**BRIEF:** For the records below, print the lines from the line with "expect(d.stdout).toMatch(/coverage +test FDS" through the line with "expect(h).not.toMatch(/<script/i);" exactly as written; include both end lines and exclude the rest.

######

describe("psdgate derive", () => {
  it("--json carries fnHz, fieldFatigue, testFatigue, fieldExtreme, testExtreme, basquinB, q, testDurationS, lifeS and the written profile", async () => {
    const dir = tempDir();
    const out = join(dir, "k7.yaml");
    const r = await cli(
      "derive",
      "--mix",
      "samples/corran-k7-mix.yaml",
      "--test-duration",
      "2h",
      "--fmin",
      "5",
      "--fmax",
      "500",
      "--out",
      out,
      "--json",
    );
    expect(r.stderr).toBe("");
    expect(r.code).toBe(0);
    const j = JSON.parse(r.stdout);
    const n = j.fnHz.length;
    expect(n).toBe(41);
    for (const k of ["fieldFatigue", "testFatigue", "fieldExtreme", "testExtreme"]) expect(j[k].length).toBe(n);
    j.fnHz.forEach((_: number, i: number) => expect(j.testFatigue[i]).toBeGreaterThanOrEqual(j.fieldFatigue[i]));
    expect(j.basquinB).toBe(8);
    expect(j.q).toBe(10);
    expect(j.testDurationS).toBe(7200);
    expect(j.lifeS).toBe(2000 * 3600);
    expect(j.profile.points.length).toBeLessThanOrEqual(8);
    expect(j.profile.points[0]).toEqual({ hz: 5, level: expect.any(Number) });
    expect(j.profile.durationS).toBe(7200);
    expect(j.profile.provenance.inputs.map((i: { role: string }) => i.role)).toEqual([
      "recording",
      "recording",
      "recording",
      "mix",
    ]);
    expect(j.field.tolerance.k).toBeCloseTo(1.9384, 4);
    expect(j.caution).toMatch(/qualified engineer/);
    // The profile written is the one printed, and `profile` reads it unchanged and shows where it came from.
    const p = await cli("profile", out, "--json");
    expect(p.code).toBe(0);
    const pj = JSON.parse(p.stdout);
    expect(pj.points.map((x: { hz: number; level: number }) => [x.hz, x.level])).toEqual(
      j.profile.points.map((x: { hz: number; level: number }) => [x.hz, x.level]),
    );
    expect(pj.provenance.parameters.basquinB).toBe(8);
    const pt = await cli("profile", out);
    expect(pt.stdout).toMatch(
      /origin +derived from 3 recording\(s\): corran-k7-motorway\.wav \(motorway\) [0-9a-f]{12}/,
    );
    expect(pt.stdout).toMatch(/parameters lifeS 7200000, lifeHours 2000/);
  });

  it("derive → synth → check: a lab run synthesised from the derived profile passes, and the check names the profile's origin", async () => {
    const dir = tempDir();
    const files = [1, 2, 3].map((s) => writeFieldRecord(dir, `road${s}.wav`, flat(0.004 * s), 600 + s, 1 << 16));
    const profile = join(dir, "lab.json");
    const d = await cli(
      "derive",
      ...files,
      "--life",
      "20h",
      "--test-duration",
      "120",
      "--fmin",
      "10",
      "--fmax",
      "400",
      "--resolution",
      "2",
      "--out",
      profile,
    );
    expect(d.stderr).toBe("");
    expect(d.code).toBe(0);
    expect(d.stdout).toMatch(/coverage +test FDS \/ field FDS ≥ 1\.0\d+ everywhere/);
    const run = join(dir, "lab-run.wav");
    const s = await cli(
      "synth",
      "--profile",
      profile,
      "--duration",
      "130",
      "--rate",
      "2048",
      "--seed",
      "17",
      "--out",
      run,
    );
    expect(s.code, s.stderr).toBe(0);
    const c = await cli("check", run, "--profile", profile);
    expect(c.stdout).toMatch(/VERDICT +PASS/);
    expect(c.code).toBe(0);
    expect(c.stdout).toMatch(/profile derived from 3 recording\(s\): road1\.wav \(field\) [0-9a-f]{12}/);
    const cj = JSON.parse((await cli("check", run, "--profile", profile, "--json")).stdout);
    expect(cj.profile.origin).toMatch(/^derived from 3 recording/);
    expect(cj.profile.provenance.inputs[0].sha256).toMatch(/^[0-9a-f]{64}$/);
    const html = join(dir, "check.html");
    await cli("check", run, "--profile", profile, "--report", html);
    expect(readFileSync(html, "utf8")).toContain("profile derived from 3 recording(s)");
  });

  it("--report writes a self-contained record with the field PSDs, limits, profile, FDS, ERS and the cautions", async () => {
    const dir = tempDir();
    const out = join(dir, "k7.json");
    const rep = join(dir, "k7.html");
    const r = await cli(
      "derive",
      ...K7,
      "--life",
      "2000h",
      "--test-duration",
      "90min",
      "--fmin",
      "5",
      "--fmax",
      "500",
      "--out",
      out,
      "--report",
      rep,
      "--breakpoints",
      "6",
    );
    expect(r.code, r.stderr).toBe(0);
    const h = readFileSync(rep, "utf8");
    for (const id of [
      "field-0",
      "envelope",
      "mean",
      "tolerance-limit",
      "profile",
      "field-fds",
      "test-fds",
      "field-ers",
      "test-ers",
      "extreme-ratio",
    ])
      expect(h).toContain(`data-series="${id}"`);
    expect(h).toMatch(
      /linear, lightly damped single-degree-of-freedom model with Gaussian, stationary response and on Miner's rule/,
    );
    expect(h).toMatch(/governing test standard's tailoring process and a qualified engineer decide/);
    expect(h).not.toMatch(/<script/i);
    expect(h).toContain(JSON.parse(readFileSync(out, "utf8")).provenance.inputs[0].sha256);
    // The K7 recordings hold no shocks: the shock section says the test reaches the field's SRS.
    expect(h).toContain("The test's expected largest response reaches the field's SRS at every natural frequency.");
    // verify re-runs the derivation from the recorded settings on the recordings it finds by SHA-256.
    const v = await cli("verify", rep);
    expect(v.stdout).toMatch(/rerun +\d+ numbers of the derivation reproduced/);
    expect(v.code).toBe(0);
  });

  it("--report shows the field's shocks: the events table, the field SRS against the test's ERS, and that a shock test is needed where the ERS falls short", async () => {
    const dir = tempDir();
    const rep = join(dir, "ft2.html");
    const r = await cli(
      "derive",
      "samples/brackley-ft2-warehouse.csv",
      "--life",
      "2h",
      "--test-duration",
      "1h",
      "--fmin",
      "5",
      "--fmax",
      "400",
      "--out",
      join(dir, "ft2.json"),
      "--report",
      rep,
      "--json",
    );
    expect(r.code, r.stderr).toBe(0);
    const j = JSON.parse(r.stdout);
    const h = readFileSync(rep, "utf8");
    const section = h.slice(h.indexOf("<h2>Field shocks</h2>"), h.indexOf("<h2>Notes</h2>"));
    expect(section.length).toBeGreaterThan(100);
    // The sample's five events (samples/README.md), largest first, as the JSON has them.
    expect(j.shocks.eventsPerRecording).toEqual([5]);
    expect(section).toContain("5 in the field recordings");
    const peaks = [
      ...section.matchAll(
        /<tr><td class="num">\d<\/td><td>[^<]*<\/td><td class="num">[^<]*<\/td><td class="num">([^<]*)<\/td>/g,
      ),
    ].map((m) => Number(m[1]));
    expect(peaks).toHaveLength(j.shocks.largestEvents.length);
    peaks.forEach((p, i) => expect(Math.abs(p / j.shocks.largestEvents[i].peak - 1)).toBeLessThan(5e-4));
    for (const id of ["field-srs", "test-ers-shock", "shock-shortfall"])
      expect(section).toContain(`data-series="${id}"`);
    expect(j.shocks.shortfallHz.length).toBeGreaterThan(0);
    expect(section).toMatch(/The test falls short<\/strong> at 35 of 39 natural frequencies \(5, 5\.612, 6\.3/);
    const v = await cli("verify", rep);
    expect(v.code, v.stdout).toBe(0);
  });

  it("the motorway recording's 22 Hz mount resonance (Q 6, random) stays in the field spectrum: no tone candidate, band RMS as psd gives it", async () => {
    const dir = tempDir();
    const r = await cli(
      "derive",
      "--mix",
      "samples/corran-k7-mix.yaml",
      "--test-duration",
      "1h",
      "--fmin",
      "5",
      "--fmax",
      "500",
      "--out",
      join(dir, "k7.yaml"),
      "--json",
    );
    expect(r.code, r.stderr).toBe(0);
    const j = JSON.parse(r.stdout);
    // Before 0.4.0 the resonance passed as a tone and its lines took the background: 0.4662 g of 0.6788 g.
    expect(j.candidateTones).toEqual([]);
    const motorway = j.recordings.find((x: { file: string }) => x.file.endsWith("corran-k7-motorway.wav"));
    const psd = JSON.parse(
      (
        await cli(
          "psd",
          "samples/corran-k7-motorway.wav",
          "--segment",
          "2048",
          "--fmin",
          "5",
          "--fmax",
          "500",
          "--json",
        )
      ).stdout,
    );
    expect(psd.channels[0].tones).toEqual([]);
    expect(Math.abs(motorway.bandRms / psd.channels[0].band.rms - 1)).toBeLessThan(0.01);
  }, 60_000);

  it("two recordings: no tolerance limit, said so", async () => {
    const dir = tempDir();
    const r = await cli(
      "derive",
      K7[0]!,
      K7[1]!,
      "--life",
      "100h",
      "--test-duration",
      "1h",
      "--fmin",
      "5",
      "--fmax",
      "500",
      "--out",
      join(dir, "p.yaml"),
      "--json",
    );
    expect(r.code).toBe(0);
    const j = JSON.parse(r.stdout);
    expect(j.field.tolerance.limit).toBeNull();
    expect(j.field.tolerance.missing).toMatch(/at least 3 recordings; 2 given/);
    expect(j.lifeRule).toBe("recorded durations");
    expect(j.recordings[0].serviceS).toBeCloseTo(50 * 3600, 6);
  });

  it("bad input: one line with a code, exit 2, nothing on stdout, no output file, an existing --out untouched", async () => {
    const dir = tempDir();
    const exists = join(dir, "exists.yaml");
    writeFileSync(exists, "keep me\n");
    const before = statSync(exists).mtimeMs;
    const badMix = join(dir, "bad-mix.yaml");
    writeFileSync(badMix, "groups:\n  - name: a\n    hours: -5\n    recordings: [x.wav]\n");
    const typoMix = join(dir, "typo-mix.yaml");
    writeFileSync(typoMix, "groups:\n  - name: a\n    hour: 5\n    recordings: [x.wav]\n");
    const synMix = join(dir, "syntax-mix.yaml");
    writeFileSync(synMix, "groups: [\n");
    const odd = writeFieldRecord(dir, "odd-rate.wav", flat(0.01), 9, 1 << 14);
    // A record at another rate has other lines: write it at 3000 Hz by hand.
    const buf = readFileSync(odd);
    buf.writeUInt32LE(3000, 24);
    buf.writeUInt32LE(3000 * 4, 28);
    const oddRate = join(dir, "rate-3000.wav");
    writeFileSync(oddRate, buf);
    const out = join(dir, "p.yaml");
    const cases: [string[], string, RegExp][] = [
      [
        [K7[0]!, "--life", "3 weeks", "--test-duration", "1h", "--out", out],
        "OPTION_INVALID",
        /option --life: expected a duration above 0/,
      ],
      [[K7[0]!, "--life", "100h", "--test-duration", "-3", "--out", out], "OPTION_INVALID", /--test-duration/],
      [[K7[0]!, "--life", "100h", "--test-duration", "07:30", "--out", out], "OPTION_INVALID", /--test-duration/],
      [[K7[0]!, "--life", "0", "--test-duration", "1h", "--out", out], "OPTION_INVALID", /--life/],
      [[K7[0]!, "--test-duration", "1h", "--out", out], "OPTION_MISSING", /--life/],
      [
        ["samples/no-such-road.wav", "--life", "100h", "--test-duration", "1h", "--out", out],
        "FILE_UNREADABLE",
        /no-such-road\.wav/,
      ],
      [
        [K7[0]!, "--life", "100h", "--test-duration", "1h", "--out", exists],
        "OUTPUT_EXISTS",
        /exists\.yaml \(exists\)/,
      ],
      [
        [K7[0]!, "--life", "100h", "--test-duration", "1h", "--out", join(dir, "p.txt")],
        "OUTPUT_FORMAT",
        /\.yaml, \.yml or \.json/,
      ],
      [[K7[0]!, "--life", "100h", "--test-duration", "1h", "--out", K7[0]!], "OUTPUT_FORMAT", /--out/],
      [
        ["--mix", "samples/corran-k7-mix.yaml", "--life", "100h", "--test-duration", "1h", "--out", out],
        "OPTION_CONFLICT",
        /--life/,
      ],
      [
        ["--mix", badMix, "--test-duration", "1h", "--out", out],
        "MIX_INVALID",
        /groups\[0\]\.hours: expected service hours above 0, received -5/,
      ],
      [
        ["--mix", typoMix, "--test-duration", "1h", "--out", out],
        "MIX_INVALID",
        /groups\[0\]\.hour.*unknown key "hour"/,
      ],
      [["--mix", synMix, "--test-duration", "1h", "--out", out], "MIX_SYNTAX", /syntax-mix\.yaml/],
      [
        [K7[0]!, oddRate, "--life", "100h", "--test-duration", "1h", "--out", out],
        "RECORDINGS_UNLIKE",
        /rate-3000\.wav: expected the line spacing/,
      ],
      [[K7[0]!, "--life", "100h", "--test-duration", "1h", "--fmax", "5000", "--out", out], "OPTION_INVALID", /--fmax/],
      [
        [K7[0]!, "--life", "100h", "--test-duration", "1h", "--breakpoints", "1", "--out", out],
        "OPTION_INVALID",
        /--breakpoints/,
      ],
    ];
    for (const [args, code, place] of cases) {
      const r = await cli("derive", ...args);
      expect(r.code, args.join(" ")).toBe(2);
      expect(r.stdout).toBe("");
      expect(r.stderr.trim().split("\n").length, r.stderr).toBe(1);
      expect(r.stderr).toContain(`[${code}]`);
      expect(r.stderr).toMatch(place);
      expect(r.stderr).toMatch(/expected/);
    }
    expect(readFileSync(exists, "utf8")).toBe("keep me\n");
    expect(statSync(exists).mtimeMs).toBe(before);
    expect(() => statSync(out)).toThrow();
  });
});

######

**ANSWER BELOW:**
    expect(d.stdout).toMatch(/coverage +test FDS \/ field FDS ≥ 1\.0\d+ everywhere/);
    const run = join(dir, "lab-run.wav");
    const s = await cli(
      "synth",
      "--profile",
      profile,
      "--duration",
      "130",
      "--rate",
      "2048",
      "--seed",
      "17",
      "--out",
      run,
    );
    expect(s.code, s.stderr).toBe(0);
    const c = await cli("check", run, "--profile", profile);
    expect(c.stdout).toMatch(/VERDICT +PASS/);
    expect(c.code).toBe(0);
    expect(c.stdout).toMatch(/profile derived from 3 recording\(s\): road1\.wav \(field\) [0-9a-f]{12}/);
    const cj = JSON.parse((await cli("check", run, "--profile", profile, "--json")).stdout);
    expect(cj.profile.origin).toMatch(/^derived from 3 recording/);
    expect(cj.profile.provenance.inputs[0].sha256).toMatch(/^[0-9a-f]{64}$/);
    const html = join(dir, "check.html");
    await cli("check", run, "--profile", profile, "--report", html);
    expect(readFileSync(html, "utf8")).toContain("profile derived from 3 recording(s)");
  });

  it("--report writes a self-contained record with the field PSDs, limits, profile, FDS, ERS and the cautions", async () => {
    const dir = tempDir();
    const out = join(dir, "k7.json");
    const rep = join(dir, "k7.html");
    const r = await cli(
      "derive",
      ...K7,
      "--life",
      "2000h",
      "--test-duration",
      "90min",
      "--fmin",
      "5",
      "--fmax",
      "500",
      "--out",
      out,
      "--report",
      rep,
      "--breakpoints",
      "6",
    );
    expect(r.code, r.stderr).toBe(0);
    const h = readFileSync(rep, "utf8");
    for (const id of [
      "field-0",
      "envelope",
      "mean",
      "tolerance-limit",
      "profile",
      "field-fds",
      "test-fds",
      "field-ers",
      "test-ers",
      "extreme-ratio",
    ])
      expect(h).toContain(`data-series="${id}"`);
    expect(h).toMatch(
      /linear, lightly damped single-degree-of-freedom model with Gaussian, stationary response and on Miner's rule/,
    );
    expect(h).toMatch(/governing test standard's tailoring process and a qualified engineer decide/);
    expect(h).not.toMatch(/<script/i);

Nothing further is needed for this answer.